Corroborando com esse entendimento, Vladimir ARAS descreveu que "É que o §2º do art. 8º da Lei Complementar Federal n. 95/98, alterada pela LCF n. 107/2001, determina expressamente que as leis brasileiras (todas elas) devem estabelecer prazo de vacância em dias, somente em dias (e não em anos ou em meses), com a cláusula "esta lei entra em vigor após decorridos (o número de) dias de sua publicação"" [14]
Já a segunda corrente apregoa que a medida temporal adotada pelo legislador da lei, no momento da fixação da vacatio legis, deve ser seguida, inobstante a redação da Lei Complementar mencionada. É que a fórmula por ele sugerida naquela Lei Complementar é apenas exemplificativa. Outro motivo é que se o legislador quisesse atribuir em dias, assim o faria (em vez de um ano, citaria 365 dias, ou em vez de um mês, citaria 30 dias, e assim por diante). Por fim, porque vige a Lei nº 810/49, que definiu o ano civil [15], adotado inclusive pelo Código Civil.

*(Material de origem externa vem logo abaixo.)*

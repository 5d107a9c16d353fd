import type { INestApplicationContext } from '@nestjs/common';
import { DataSource } from 'typeorm';
import { plainToInstance, type ClassConstructor } from 'class-transformer';
import { validateSync } from 'class-validator';
import type { AlarmKind } from '@crankjournal/shared-types';
import type { Engine } from '../../modules/engines/engine.entity.js';
import type { User } from '../../modules/users/user.entity.js';
import { EnginesService } from '../../modules/engines/engines.service.js';
import { AlarmsService } from '../../modules/alarms/alarms.service.js';
import { Run } from '../../modules/runs/run.entity.js';
import { InspectionPlan } from '../../modules/maintenance/inspection-plan.entity.js';
import { Inspection, InspectionAttachment } from '../../modules/maintenance/inspection.entity.js';
import { WorkRecord } from '../../modules/maintenance/work-record.entity.js';
import { PlansService } from '../../modules/maintenance/plans.service.js';
import { InspectionsService } from '../../modules/maintenance/inspections.service.js';
import { WorkRecordsService } from '../../modules/maintenance/work-records.service.js';
import { PlanWriteDto } from '../../modules/maintenance/dto/plan.dto.js';
import { InspectionCreateDto } from '../../modules/maintenance/dto/inspection.dto.js';
import { CloseWorkRecordDto, WorkRecordCreateDto } from '../../modules/maintenance/dto/work-record.dto.js';
import { flattenValidationErrors } from '../../common/pipes/validation.pipe.js';
import { encodePng } from './card-image.js';
import { readSample } from './samples.js';

interface AlarmRef {
  point: string;
  kind: AlarmKind;
}
interface MaintenanceSample {
  engine: string;
  recordedBy: string;
  plans: (Record<string, unknown> & { title: string; bearing?: string })[];
  inspections: (Record<string, unknown> & {
    key: string;
    title: string;
    bearing?: string;
    plan?: string;
    promptedByRun?: string;
    promptedByAlarm?: AlarmRef;
    photo?: { file: string; caption: string };
  })[];
  workRecords: (Record<string, unknown> & {
    title: string;
    bearing?: string;
    promptedByInspection?: string;
    promptedByAlarm?: AlarmRef;
    satisfiesPlans?: string[];
    completedAt?: string;
    closeNote?: string;
  })[];
}

/** A DTO from sample data, checked by the same rules as the API. */
function dto<T extends object>(cls: ClassConstructor<T>, raw: Record<string, unknown>, what: string): T {
  const d = plainToInstance(cls, raw);
  const errors = validateSync(d, { whitelist: true, forbidNonWhitelisted: true });
  if (errors.length) throw new Error(`samples/maintenance.json: ${what} is not valid: ${flattenValidationErrors(errors).join('; ')}`);
  return d;
}

/**
 * A drawing of a lifted top-half bearing shell (640 × 400): the bronze shell, the white-metal lining, two oil grooves,
 * and a scored band on the flywheel side. Drawn here for the demo record; not a photograph of anything.
 */
export function drawScoredShell(): Buffer {
  const w = 640;
  const h = 400;
  const rgb = new Uint8Array(w * h * 3);
  let seed = 20260820;
  const rnd = () => (seed = (seed * 1103515245 + 12345) & 0x7fffffff) / 0x7fffffff;
  const set = (x: number, y: number, c: [number, number, number]) => {
    if (x < 0 || y < 0 || x >= w || y >= h) return;
    const i = (y * w + x) * 3;
    rgb[i] = c[0];
    rgb[i + 1] = c[1];
    rgb[i + 2] = c[2];
  };
  const shade = (c: [number, number, number], d: number): [number, number, number] => [
    Math.max(0, Math.min(255, c[0] + d)),
    Math.max(0, Math.min(255, c[1] + d)),
    Math.max(0, Math.min(255, c[2] + d)),
  ];
  // Bench (dark, oily wood) with grain.
  for (let y = 0; y < h; y++)
    for (let x = 0; x < w; x++) set(x, y, shade([74, 58, 44], Math.round(12 * Math.sin(y / 7 + x / 90) + (rnd() - 0.5) * 10)));
  // Shell outline (bronze), seen from above as a rounded rectangle; lining inside it.
  const shell = { x0: 60, y0: 50, x1: 580, y1: 350 };
  const lining = { x0: 84, y0: 74, x1: 556, y1: 326 };
  for (let y = shell.y0; y < shell.y1; y++)
    for (let x = shell.x0; x < shell.x1; x++) {
      const inLining = x >= lining.x0 && x < lining.x1 && y >= lining.y0 && y < lining.y1;
      if (inLining) {
        // White metal: light grey, shaded across the curve (darker at the edges of the bore).
        const t = (y - lining.y0) / (lining.y1 - lining.y0);
        const curve = Math.round(-38 * (2 * t - 1) ** 2);
        set(x, y, shade([196, 198, 200], curve + Math.round((rnd() - 0.5) * 8)));
      } else {
        const t = (y - shell.y0) / (shell.y1 - shell.y0);
        set(x, y, shade([164, 112, 58], Math.round(-30 * (2 * t - 1) ** 2 + (rnd() - 0.5) * 10)));
      }
    }
  // Oil grooves: a cross from corner to corner of the lining, half closed by smeared metal on the right.
  const groove = (x0: number, y0: number, x1: number, y1: number) => {
    const n = Math.max(Math.abs(x1 - x0), Math.abs(y1 - y0));
    for (let i = 0; i <= n; i++) {
      const x = Math.round(x0 + ((x1 - x0) * i) / n);
      const y = Math.round(y0 + ((y1 - y0) * i) / n);
      const closed = x > 400 && rnd() < 0.55;
      for (let d = -3; d <= 3; d++) set(x, y + d, closed ? [150, 152, 156] : [70, 62, 50]);
    }
  };
  groove(110, 100, 530, 300);
  groove(110, 300, 530, 100);
  // Scoring: streaks round the bore (left to right here) across the right third, with dull blue smears.
  for (let k = 0; k < 70; k++) {
    const y = lining.y0 + 10 + Math.floor(rnd() * (lining.y1 - lining.y0 - 20));
    const x0 = 390 + Math.floor(rnd() * 60);
    const len = 60 + Math.floor(rnd() * 100);
    const dark = 60 + Math.floor(rnd() * 50);
    for (let x = x0; x < Math.min(lining.x1 - 4, x0 + len); x++) {
      set(x, y, shade([196, 198, 200], -dark));
      if (rnd() < 0.4) set(x, y + 1, shade([196, 198, 200], -dark / 2));
    }
  }
  for (let k = 0; k < 6; k++) {
    const cx = 430 + Math.floor(rnd() * 100);
    const cy = 100 + Math.floor(rnd() * 200);
    const r = 14 + Math.floor(rnd() * 18);
    for (let y = cy - r; y <= cy + r; y++)
      for (let x = cx - r; x <= cx + r; x++)
        if ((x - cx) ** 2 + (y - cy) ** 2 <= r * r && x < lining.x1 && y < lining.y1 && y >= lining.y0)
          set(x, y, [120 + Math.floor(rnd() * 10), 130, 168]);
  }
  // A steel rule along the bottom for scale: a light strip with a tick every 20 px.
  for (let y = 362; y < 382; y++) for (let x = 60; x < 580; x++) set(x, y, [208, 206, 198]);
  for (let x = 60; x < 580; x += 20) for (let y = 362; y < (x % 100 === 60 ? 376 : 370); y++) set(x, y, [30, 30, 30]);
  return encodePng(w, h, rgb);
}

/**
 * The maintenance record of the demo engine: plans, the inspections of the season (the warm main bearing 2
 * among them, with its photo), and the work that followed. Written through the services; idempotent by title.
 */
export async function seedMaintenance(app: INestApplicationContext, engine: Engine, users: Map<string, User>): Promise<string> {
  const sample = readSample<MaintenanceSample>('maintenance.json');
  const db = app.get(DataSource);
  const plans = app.get(PlansService);
  const inspections = app.get(InspectionsService);
  const work = app.get(WorkRecordsService);
  const alarms = app.get(AlarmsService);
  const detail = await app.get(EnginesService).detail(engine.id);
  const recorder = users.get(sample.recordedBy);
  if (!recorder) throw new Error(`samples/maintenance.json: no user ${sample.recordedBy}`);
  const bearingId = (label?: string) => {
    if (!label) return undefined;
    const b = detail.bearings.find((x) => x.label === label);
    if (!b) throw new Error(`samples/maintenance.json: no bearing "${label}" on ${engine.name}`);
    return b.id;
  };
  const runId = async (title?: string) => {
    if (!title) return undefined;
    const r = await db.getRepository(Run).findOne({ where: { engineId: engine.id, title } });
    if (!r) throw new Error(`samples/maintenance.json: no run "${title}" (seed the season first)`);
    return r.id;
  };
  const alarmId = async (ref: AlarmRef | undefined, run: string | undefined) => {
    if (!ref) return undefined;
    const point = detail.measurementPoints.find((p) => p.code === ref.point);
    if (!point) throw new Error(`samples/maintenance.json: no point ${ref.point}`);
    const list = await alarms.listByPoints([point.id]);
    const a = list.find((x) => x.kind === ref.kind && (!run || x.runId === run));
    if (!a) throw new Error(`samples/maintenance.json: no ${ref.kind} alarm on ${ref.point} in that run; the season must raise it`);
    return a.id;
  };

  let newPlans = 0;
  const planIds = new Map<string, string>();
  for (const p of sample.plans) {
    const existing = await db.getRepository(InspectionPlan).findOne({ where: { engineId: engine.id, title: p.title } });
    if (existing) {
      planIds.set(p.title, existing.id);
      continue;
    }
    const { bearing, ...rest } = p;
    const made = await plans.create(
      dto(PlanWriteDto, { ...rest, engineId: engine.id, bearingId: bearingId(bearing) }, `plan "${p.title}"`),
      recorder.id,
    );
    planIds.set(p.title, made.id);
    newPlans++;
  }

  let newInspections = 0;
  const inspectionIds = new Map<string, string>();
  for (const i of sample.inspections) {
    const existing = await db.getRepository(Inspection).findOne({ where: { engineId: engine.id, title: i.title } });
    if (existing) {
      inspectionIds.set(i.key, existing.id);
      continue;
    }
    const { key, bearing, plan, promptedByRun, promptedByAlarm, photo, ...rest } = i;
    const run = await runId(promptedByRun);
    const made = await inspections.create(
      dto(
        InspectionCreateDto,
        {
          ...rest,
          engineId: engine.id,
          bearingId: bearingId(bearing),
          planId: plan ? planIds.get(plan) : undefined,
          promptedByRunId: run,
          promptedByAlarmId: await alarmId(promptedByAlarm, run),
        },
        `inspection "${i.title}"`,
      ),
      recorder.id,
    );
    inspectionIds.set(key, made.id);
    newInspections++;
  }
  // Photos, once each (the object store may have been emptied; the record then says so on download).
  for (const i of sample.inspections) {
    if (!i.photo) continue;
    const id = inspectionIds.get(i.key)!;
    if (await db.getRepository(InspectionAttachment).exists({ where: { inspectionId: id, filename: i.photo.file } })) continue;
    await inspections.attach(id, { buffer: drawScoredShell(), originalname: i.photo.file, size: 0 }, i.photo.caption, recorder.id);
  }

  let newWork = 0;
  for (const w of sample.workRecords) {
    if (await db.getRepository(WorkRecord).exists({ where: { engineId: engine.id, title: w.title } })) continue;
    const { bearing, promptedByInspection, promptedByAlarm, satisfiesPlans, completedAt, closeNote, ...rest } = w;
    const inspectionId = promptedByInspection ? inspectionIds.get(promptedByInspection) : undefined;
    const inspectionRun = inspectionId
      ? ((await db.getRepository(Inspection).findOne({ where: { id: inspectionId } }))?.promptedByRunId ?? undefined)
      : undefined;
    const made = await work.create(
      dto(
        WorkRecordCreateDto,
        {
          ...rest,
          engineId: engine.id,
          bearingId: bearingId(bearing),
          promptedByInspectionId: inspectionId,
          promptedByAlarmId: await alarmId(promptedByAlarm, inspectionRun),
          satisfiesPlanIds: (satisfiesPlans ?? []).map((t) => planIds.get(t)!),
        },
        `work record "${w.title}"`,
      ),
      recorder.id,
    );
    if (completedAt)
      await work.close(
        made.id,
        dto(CloseWorkRecordDto, { completedAt, ...(closeNote ? { note: closeNote } : {}) }, `closing "${w.title}"`),
        recorder.id,
      );
    newWork++;
  }
  return `${newPlans} new inspection plans, ${newInspections} new inspections, ${newWork} new work records`;
}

A propósito, Vitor Frederico KUMPEL ensina: "É por demais óbvio que a contagem não pode ser feita sobre o paradigma dia, tendo em vista não só o problema prático já anunciado, mas também a incidência da regra hermenêutica ensinada por Phortalis, segundo a qual "toda lei é auto-interpretável", razão pela qual se o próprio legislador adotou o critério ano, conclui-se que a contagem não pode ser feita dia a dia ou mês a mês. Se a contagem adotada pelo legislador fosse a baseada no critério dia, teríamos: "este Código entrará em vigor 365 dias após a sua publicação", coisa que não o fez" [16].

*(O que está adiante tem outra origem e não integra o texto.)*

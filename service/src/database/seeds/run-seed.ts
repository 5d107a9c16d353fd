import 'reflect-metadata';
import { seedContext } from './seed-context.js';
import { seedDemo } from './seed-demo.js';

/** Seeds the invented demo site from samples/. Running it twice gives the same data. */
async function main() {
  const app = await seedContext();
  try {
    console.log(`seed: ${await seedDemo(app)}`);
  } finally {
    await app.close();
  }
}
main().catch((e) => {
  console.error(e);
  process.exit(1);
});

Pode-se pensar que a diferença de um dia não faz alteração no caso prático. Ledo engano. Saber o exato momento em que a lei entrou em vigor é extremamente imprescindível, mormente nos casos de leis penais (novatio legis in pejus ou novatio legis incriminadora), para o reconhecimento da prescrição e decadência em qualquer matéria, entre milhares de outros assuntos.
Como se vê, esta questão referente à medida temporal utilizada para a vacatio legis encontra-se divergência na doutrina. Não se buscou aqui esgotar o tema proposto ou mesmo se posicionar a respeito de uma das teorias, mas tão somente expor, em linhas gerais, os aspectos da vigência da lei, da vacatio legis e a forma da contagem do prazo.

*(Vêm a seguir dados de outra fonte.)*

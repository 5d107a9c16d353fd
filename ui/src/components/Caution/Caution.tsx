import type { ComponentType, ReactNode } from 'react';
import { Group, Paper, Stack, Text } from '@mantine/core';
import { IconAlertTriangle, IconBolt, IconFlame, IconGauge, IconRotate360, IconShieldCheck } from '@tabler/icons-react';

type Icon = ComponentType<{ size?: number | string; stroke?: number; color?: string; 'aria-hidden'?: boolean }>;

export type Hazard = 'pressure' | 'heat' | 'moving' | 'electric' | 'safety' | 'general';

const HAZARD_ICONS: Record<Hazard, Icon> = {
  pressure: IconGauge,
  heat: IconFlame,
  moving: IconRotate360,
  electric: IconBolt,
  safety: IconShieldCheck,
  general: IconAlertTriangle,
};

/** The hazard a caution concerns, from its title when not given (pressure, heat, moving parts, …). */
export function hazardOf(title: string): Hazard {
  const t = title.toLowerCase();
  if (/pressure|steam|boiler|valve/.test(t)) return 'pressure';
  if (/hot|heat|burn|temperature|fire/.test(t)) return 'heat';
  if (/rotat|moving|turning|crank|flywheel|barring|roll/.test(t)) return 'moving';
  if (/electric|current|voltage/.test(t)) return 'electric';
  if (/safety/.test(t)) return 'safety';
  return 'general';
}

/**
 * A caution that sits beside the work it concerns (never a pop-up): a neutral panel with a brass rule and the
 * hazard's icon, so that amber stays for a live abnormal state.
 */
export function Caution({ title = 'Caution', hazard, children }: { title?: string; hazard?: Hazard; children: ReactNode }) {
  const HazardIcon = HAZARD_ICONS[hazard ?? hazardOf(title)];
  return (
    <Paper className="cj-caution" p="md" role="note" aria-label={title} data-hazard={hazard ?? hazardOf(title)}>
      <Group gap="sm" wrap="nowrap" align="flex-start">
        <HazardIcon size={24} stroke={1.7} color="var(--cj-brass)" aria-hidden />
        <Stack gap={4}>
          <Text fw={700}>{title}</Text>
          <div>{children}</div>
        </Stack>
      </Group>
    </Paper>
  );
}

export const SAFETY_NOTE =
  'Crankjournal aids a qualified crew. It never replaces local boiler and pressure-vessel law, the ' +
  'insurer’s inspections or licensed practice.';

REFERÊNCIAS BIBLIOGRÁFICAS
ARAS, Vladimir. A polêmica data de vigência do novo Código Civil. Jus Navigandi, Teresina, ano 7, n. 60, 1 nov. 2002. Disponível em: <http://jus.com.br/artigos/3517>. Acesso em: 18 ago. 2011.
BRASIL. Superior Tribunal de Justiça. Disponível em www.stj.jus.br/SCON. Acesso em 19 de agosto de 2011.
BRASIL. Tribunal de Justiça do Estado do Paraná. Disponível em www.tjpr.jus.br. Acesso em 19 de agosto de 2011.
DOWLER, Nelson Godoy Bassil. Curso Moderno de Direito Civil: Parte Geral. São Paulo: Nelpa, 1976. Vol. 1.
FERREIRA, Aurélio Buarque de Holanda. Novo Dicionário Básico da Língua Portuguesa. Rio de Janeiro: Nova Fronteira, 1994/1995.
GONÇALVES, Carlos Roberto. Direito Civil Brasileiro: Parte geral. 8. Ed. São Paulo: Saraiva, 2010, Vol. 1.
GUIMARÃES, Deocleciano Torrieri. Dicionário Técnico Jurídico. 9. Ed. São Paulo: Rideel, 2007.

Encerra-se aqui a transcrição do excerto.